1. Where do you want to be?

You’re growing. That’s AWESOME! But what is your vision for success in 1 to 3 years? It might be tempting to plan further out, like 5 or 10 years, but I’m not a huge fan of going beyond 3 years. There’s just so much that can change in your business, the market, the competitive set, technology, etc.

That’s not to say you can’t or shouldn’t have a long term view. But when you sit down to think about your investment strategy and near terms actions, it’s best to keep 90% of it focused within a rolling 3-year timeframe.

So, where do you want to be? Start there and work backward.

2. Who are you? What do you want to be known for?

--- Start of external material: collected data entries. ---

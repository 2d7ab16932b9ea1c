// The one source of Quarterbeat's table types. Tables and columns are snake_case in SQLite
// (drizzle's `casing: "snake_case"`), camelCase in TypeScript.
//
// Shape decisions (see docs/decisions/001-data-model.md):
// - Attempts carry copies of their class's quarter, site and instructor so that network statistics over a
//   million attempts filter and group on one indexed table without joins.
// - Attempt errors are stored as a bitmask (shared/scoring: bit i = attemptErrorNames[i]).
// - Compression streams are stored compactly as one BLOB per attempt (server/streams/codec.ts).
// - Rows written by an import carry the batch id so that a batch can be undone.
import { sql } from "drizzle-orm";
import { blob, index, integer, primaryKey, real, sqliteTable, text, uniqueIndex } from "drizzle-orm/sqlite-core";
import type { AlertKind } from "../../shared/alertKinds";
import type { AimFigure } from "../../shared/vocabulary";
import { actionStatuses, courseTypes, equipmentEventTypes, feedbackModes, importKinds, lengthUnits, userRoles } from "../../shared/domain";
import { jobStatuses, uploadEndReasons } from "../../shared/import/api";

const patientTypes = ["infant", "child", "adult"] as const;

const createdAt = () =>
  text()
    .notNull()
    .default(sql`(strftime('%Y-%m-%dT%H:%M:%fZ', 'now'))`);

/** Key/value network settings (network name, session secret, current policy version, …). */
export const settings = sqliteTable("settings", {
  key: text().primaryKey(),
  value: text().notNull(),
  updatedAt: createdAt(),
});

/** Every version of the network's scoring policy; scores record the version that produced them. */
export const policyVersions = sqliteTable("policy_versions", {
  version: integer().primaryKey(),
  policy: text({ mode: "json" }).notNull(),
  note: text().notNull().default(""),
  createdBy: integer().references(() => users.id),
  createdAt: createdAt(),
});

export const sites = sqliteTable("sites", {
  id: integer().primaryKey({ autoIncrement: true }),
  code: text().notNull().unique(),
  name: text().notNull(),
  active: integer({ mode: "boolean" }).notNull().default(true),
  createdAt: createdAt(),
});

export const instructors = sqliteTable(
  "instructors",
  {
    id: integer().primaryKey({ autoIncrement: true }),
    code: text().notNull().unique(),
    name: text().notNull(),
    siteId: integer().references(() => sites.id),
    active: integer({ mode: "boolean" }).notNull().default(true),
    createdAt: createdAt(),
  },
  (t) => [index("instructors_site_idx").on(t.siteId)],
);

export const users = sqliteTable("users", {
  id: integer().primaryKey({ autoIncrement: true }),
  email: text().notNull().unique(),
  displayName: text().notNull(),
  passwordHash: text().notNull(),
  role: text({ enum: userRoles }).notNull(),
  instructorId: integer().references(() => instructors.id),
  active: integer({ mode: "boolean" }).notNull().default(true),
  lengthUnit: text({ enum: lengthUnits }).notNull().default("mm"),
  /** The alert kinds chosen on the account page; null until chosen, when the role's defaults apply (shared/alertKinds.ts). */
  alertKinds: text({ mode: "json" }).$type<AlertKind[]>(),
  createdAt: createdAt(),
});

/** express-session rows (server/auth/sessionStore.ts). */
export const sessions = sqliteTable(
  "sessions",
  {
    sid: text().primaryKey(),
    sess: text().notNull(),
    expiresAt: integer().notNull(), // epoch ms
  },
  (t) => [index("sessions_expires_idx").on(t.expiresAt)],
);

export const manikins = sqliteTable(
  "manikins",
  {
    id: integer().primaryKey({ autoIncrement: true }),
    assetId: text().notNull().unique(),
    patientType: text({ enum: patientTypes }),
    siteId: integer().references(() => sites.id),
    inServiceSince: text(), // YYYY-MM-DD
    retiredOn: text(),
    createdAt: createdAt(),
  },
  (t) => [index("manikins_site_idx").on(t.siteId)],
);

And as for your special sauce, this is a great time to get clear about it. Keep in mind sometimes what we think is our special sauce isn’t really that special to our customers and partners. This means talk to your clients, your business partners, your employees…ask almost anyone you can think of what makes your business really unique. Ask them to get specific.

Also, steer clear of boilerplate marketing speak and boring platitudes. For example, way too many businesses say, “our people are our differentiator.” But the fact that EVERYONE says this means it’s not true. No business worth their salt is going out there and hiring unqualified people. It should go without saying that you’re hiring the best and brightest that you can get your hands on!

So, what is it about what you do with your team that makes you unique? For your customers, it could be that you always return their calls quickly. Or that you have a process for onboarding that allows them to hit the ground running. For your investors, maybe you’re offering the chance to expand their portfolios in a particular direction.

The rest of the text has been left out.